社区餐厅生意兴旺,从这小小的数据可以窥到一个大趋势,我称之为新乡土观念。基本前提是:人们在自己的住宅或社区居住的时间越长,社区意识就越强,越会尽全力支持地方企业和机构的发展,即使在经济低迷期也是如此。推动这一趋势的因素包括:人口老龄化、城市郊区化、因特网,以及人们对家庭生活越来越多的关注。甚至在经济衰退开始转向复苏时,我们的乡土意识也只会更加深刻。新乡土观念会影响我们未来几十年的生活方式和工作方式,甚至还会影响到未来的政治进程,这一点在经济衰退前就很明显。

21世纪的美国最令人惊讶的莫过于安土重迁这一社会趋势了。不止一代的美国人认为,“空间流动”会增加,并且由此推动到处漂泊这一难以阻挡的社会反常趋势。

然而在现实生活中,美国人的空间流动实际上减少了。20世纪70年代,每年有1/5的人搬家;到2006年,即当前的衰退发生很久以前,这个数字是14%,这是自1940年追踪搬家趋势以来的最低比率。从那时起,愈发艰难的时局一直在加速这种趋势,多半是由于房屋销售市场萧条,就业机会迅速减少。2008年,搬家人口的总数比1962年还少,而1962年全国人口比2008年少1.2亿。居家趋势在正步入老年的婴儿潮一代人中尤其明显,他们大多避免居住在“阳光地带”的退休公寓,而选择住在郊区的家里——接近家人、朋友、俱乐部、教堂和熟悉的环境。

美国人变得不爱搬家,这种趋势已经在重塑职场。皮德·吉尔伯恩在最近出版的《下一站:美国职业阶层居无定所的生活》一书中描述了这种职场流动:每隔几年搬家一次,这样挣钱养家的人就能在管理层阶梯上晋升一级。但这种情况在未来若干年内就不会如此普遍。一小部分担任公司管理职务的人仍会从一地迁往另一地,但调查显示,即使有好的晋升机会,许多管理人员现在也不愿意搬迁。为什么?家庭与技术是人们不愿意搬迁的两个主要原因,无论在职场还是在其他方面,都是如此。
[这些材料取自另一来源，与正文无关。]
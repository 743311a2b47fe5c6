"""What-if proposals applied to a design: values parsed as TOML, fields set, errors located.

Check values are the tests' own inputs (what is proposed must come back, validated by the same
loader as the file) and the TOML v1.0.0 specification's value syntax (toml.io)."""

from __future__ import annotations

import pytest

from reviewer.errors import InputError
from reviewer.whatif import apply, apply_to_text, parse_value, set_field
from tests.conftest import example


def test_parse_value_follows_toml():
    # TOML v1.0.0: integers, floats, booleans, strings and inline tables are values on their own
    assert parse_value("12") == 12
    assert parse_value("2.5e-9") == 2.5e-9
    assert parse_value("true") is True
    assert parse_value('"800 ns"') == "800 ns"
    assert parse_value('{ min = "1 V", max = "3 V" }') == {"min": "1 V", "max": "3 V"}
    # not a TOML value: taken as the string a quantity is written as
    assert parse_value(" 800 ns ") == "800 ns"
    assert parse_value("10k ± 5%") == "10k ± 5%"


def test_set_field_copies_and_makes_tables():
    data = {"timing": {"dead_time": "0 s"}, "design": {"title": "x"}}
    out = set_field(data, "timing.dead_time", "800 ns")
    assert out["timing"]["dead_time"] == "800 ns"
    assert data["timing"]["dead_time"] == "0 s"  # the original is untouched
    assert set_field({}, "filter.inductance", "1 mH") == {"filter": {"inductance": "1 mH"}}
    with pytest.raises(ValueError):
        set_field(data, "design.title.x", 1)


def test_apply_changes_the_design_not_the_file(tmp_path):
    path = tmp_path / "d.toml"
    path.write_bytes(example("naive_bench_pchannel").read_bytes())
    before = path.read_bytes()
    d = apply(path, {"timing.dead_time": "800 ns", "drive.shared_signal": "false"})
    assert d.timing.dead_time.typ == pytest.approx(800e-9)  # 800 ns in seconds
    assert d.drive.shared_signal is False
    assert path.read_bytes() == before


def test_bad_proposal_names_field_and_value():
    text = example("careful_12v_sine").read_text(encoding="utf-8")
    with pytest.raises(InputError) as e:
        apply_to_text(text, "c.toml", {"timing.dead_time": "800 nF"})
    (p,) = e.value.problems
    assert p.path == "timing.dead_time" and "proposed value '800 nF'" in p.message
    with pytest.raises(InputError) as e:
        apply_to_text(text, "c.toml", {"timing.dead_tme": "800 ns"})
    assert "dead_time" in str(e.value)  # the loader's "did you mean"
正如一位研究人员所讲的,家庭因素“在人们选择住处时胜过金钱”。互相依存取代了独立。更多的父母直到孩子三四十岁了还在经济上帮助孩子,“归巢族”数量一直在攀升,这是由于年轻人可选择的工作变少,购房能力降低。最近对新出现的千年一代的调查表明,未来的几十年这种以家庭为中心的模式将会持续。

在家办公最不受地理位置限制了。人口统计学家温德·考克斯估计,到2015年,在家使用计算机从事全职工作的人将多于使用大众交通工具上班的人,从而最大限度地节约用于交通运输的能源。这些在家工作者将对地方经济至关重要。他们会在当地的餐馆就餐,逛集市和参加节庆活动,带孩子练足球、学芭蕾或参加宗教的青年集会。这种现象并非郊区独有,乡土观念意味着城市里的社区也变得与小城镇一样,更让人有归属感。